- Born: 26 August 1865 Hamilton, Scotland
- Died: 15 October 1946 (aged 81)
- Known for: electric drill

= Arthur James Arnot =

Scottish electrical engineer and inventor (1865–1946)

Arthur James Arnot (26 August 1865 – 15 October 1946) was a Scottish electrical engineer and inventor, best known for patenting the world's first electric drill. He later designed the Spencer Street Power Station.

== Biography ==
Arnot was born in Hamilton, Scotland to William and Elizabeth Helen Arnot. He received his education at the West of Scotland Technical College, Glasgow, while working part-time at an electrical company. In 1889 he traveled to Melbourne, Australia to build the alternating current power plant at Spencer Street. The same year, on 20 August, he and mining engineer W. Blanch Brain patented the electric drill.
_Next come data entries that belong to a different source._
"""Where tracebacks go: a log file, never the user's screen."""

from __future__ import annotations

import datetime as _dt
import os
import tempfile
import traceback
from pathlib import Path

__all__ = ["log_dir", "write_crash"]


def log_dir() -> Path:
    """The folder for datemend's log file (``$DATEMEND_LOG_DIR``, else the XDG state folder)."""
    env = os.environ.get("DATEMEND_LOG_DIR")
    if env:
        return Path(env)
    base = os.environ.get("XDG_STATE_HOME") or str(Path.home() / ".local" / "state")
    return Path(base) / "datemend"


def write_crash(exc: BaseException, context: str = "") -> Path:
    """Append the traceback of ``exc`` to the log file and return its path."""
    text = "".join(traceback.format_exception(exc))
    stamp = _dt.datetime.now().isoformat(timespec="seconds")
    for folder in (log_dir(), Path(tempfile.gettempdir()) / "datemend"):
        try:
            folder.mkdir(parents=True, exist_ok=True)
            path = folder / "datemend.log"
            with path.open("a", encoding="utf-8") as fh:
                fh.write(f"--- {stamp} {context}\n{text}\n")
            return path
        except OSError:
            continue
    return Path(os.devnull)
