def _distinct_text(raw: RawColumn) -> tuple[np.ndarray, np.ndarray]:
    """(code of each cell, -1 for empty; distinct texts), hashed in Arrow for a column held as
    Arrow strings (no Python object per cell), else through pandas."""
    if raw.arrow is None:
        return pd.factorize(raw.text(), use_na_sentinel=True)
    empty = raw.kinds == CellKind.EMPTY  # whitespace-only cells count as empty, as text() does
    arr = pa_compute.if_else(pa.array(empty), pa.scalar(None, pa.string()), raw.arrow)
    enc = pa_compute.dictionary_encode(arr)
    codes = pa_compute.fill_null(enc.indices, -1).to_numpy(zero_copy_only=False)
    return codes.astype(np.int64), enc.dictionary.to_numpy(zero_copy_only=False)


class FindIndex:
    """The distinct values of one column, lower-cased, and its distinct ISO dates: built once per
    column, so each search runs over the distinct values only and maps back with one take."""

    def __init__(
        self, raw: RawColumn, parsed: ParsedColumn | None, old: FindIndex | None = None
    ) -> None:
        self.raw, self.parsed = raw, parsed
        if old is not None and old.raw is raw:
            self.codes, self.lowered = old.codes, old.lowered
        else:
            codes, uniques = _distinct_text(raw)
            self.codes = codes
            self.lowered = pd.Series(np.asarray(uniques, dtype=object), dtype=object).str.lower()
        self.iso: pd.Series | None = None
        self.inverse: np.ndarray | None = None
        if parsed is not None:
            days = parsed.value.astype("datetime64[D]")
            uniq, inverse = np.unique(days, return_inverse=True)
            self.iso = pd.Series(np.datetime_as_string(uniq, unit="D"), dtype=object)
            self.inverse = inverse.reshape(-1)

    def fits(self, raw: RawColumn, parsed: ParsedColumn | None) -> bool:
        return self.raw is raw and self.parsed is parsed

    def mask(self, needle: str) -> np.ndarray:
        """Rows whose raw text or ISO date contains ``needle`` (case-insensitive)."""
        needle = needle.lower()
        hit_u = self.lowered.str.contains(needle, regex=False).to_numpy(dtype=bool)
        hit = np.append(hit_u, False)[self.codes]  # code -1 (empty cell) takes the False
        p = self.parsed
        if p is not None and self.iso is not None and self.inverse is not None:
            in_iso = self.iso.str.contains(needle, regex=False).to_numpy(dtype=bool)
            hit = hit | (in_iso[self.inverse] & ~np.isnat(p.value))
        return hit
Originally on a two-year contract by the Union Electric Company, Arnot was appointed City Electrical Engineer in 1891. During the first two years of this tenure he was responsible for the installation of the city's street lighting system. In the years 1894–1901, he designed and later managed the Spencer Street Power Station. From 1901 to 1929 Arnot held the position of Australasian Manager of Babcock & Wilcox.

In 1928, one year before his retirement, Arnot became involved in a corruption scandal over a May 1926 contract acquired by Babcock & Wilcox. The investigation revealed that alderman S. J. Maling had demanded a £10,000 bribe. Arnot, who represented Babcock & Wilcox in the negotiations, was admonished, and the company was fined. Maling received a six-month prison sentence.

== Personal life ==

Arnot married Cornelia Ann, daughter of former mayor Cornelius Job Ham, in August 1889. They had four children. He later married Dora Christine, née Shewan, with whom he had two children Wendy Barbara and David Macdonald. In his later years, Arnot acquired a farm in Batlow, New South Wales. Originally intended for his two sons, the 100 acre of apple and pear trees were tended by Arnot, after his sons turned to sheep farming. He is described as a "keen fisherman", and was also a member of the Royal Sydney Golf Club.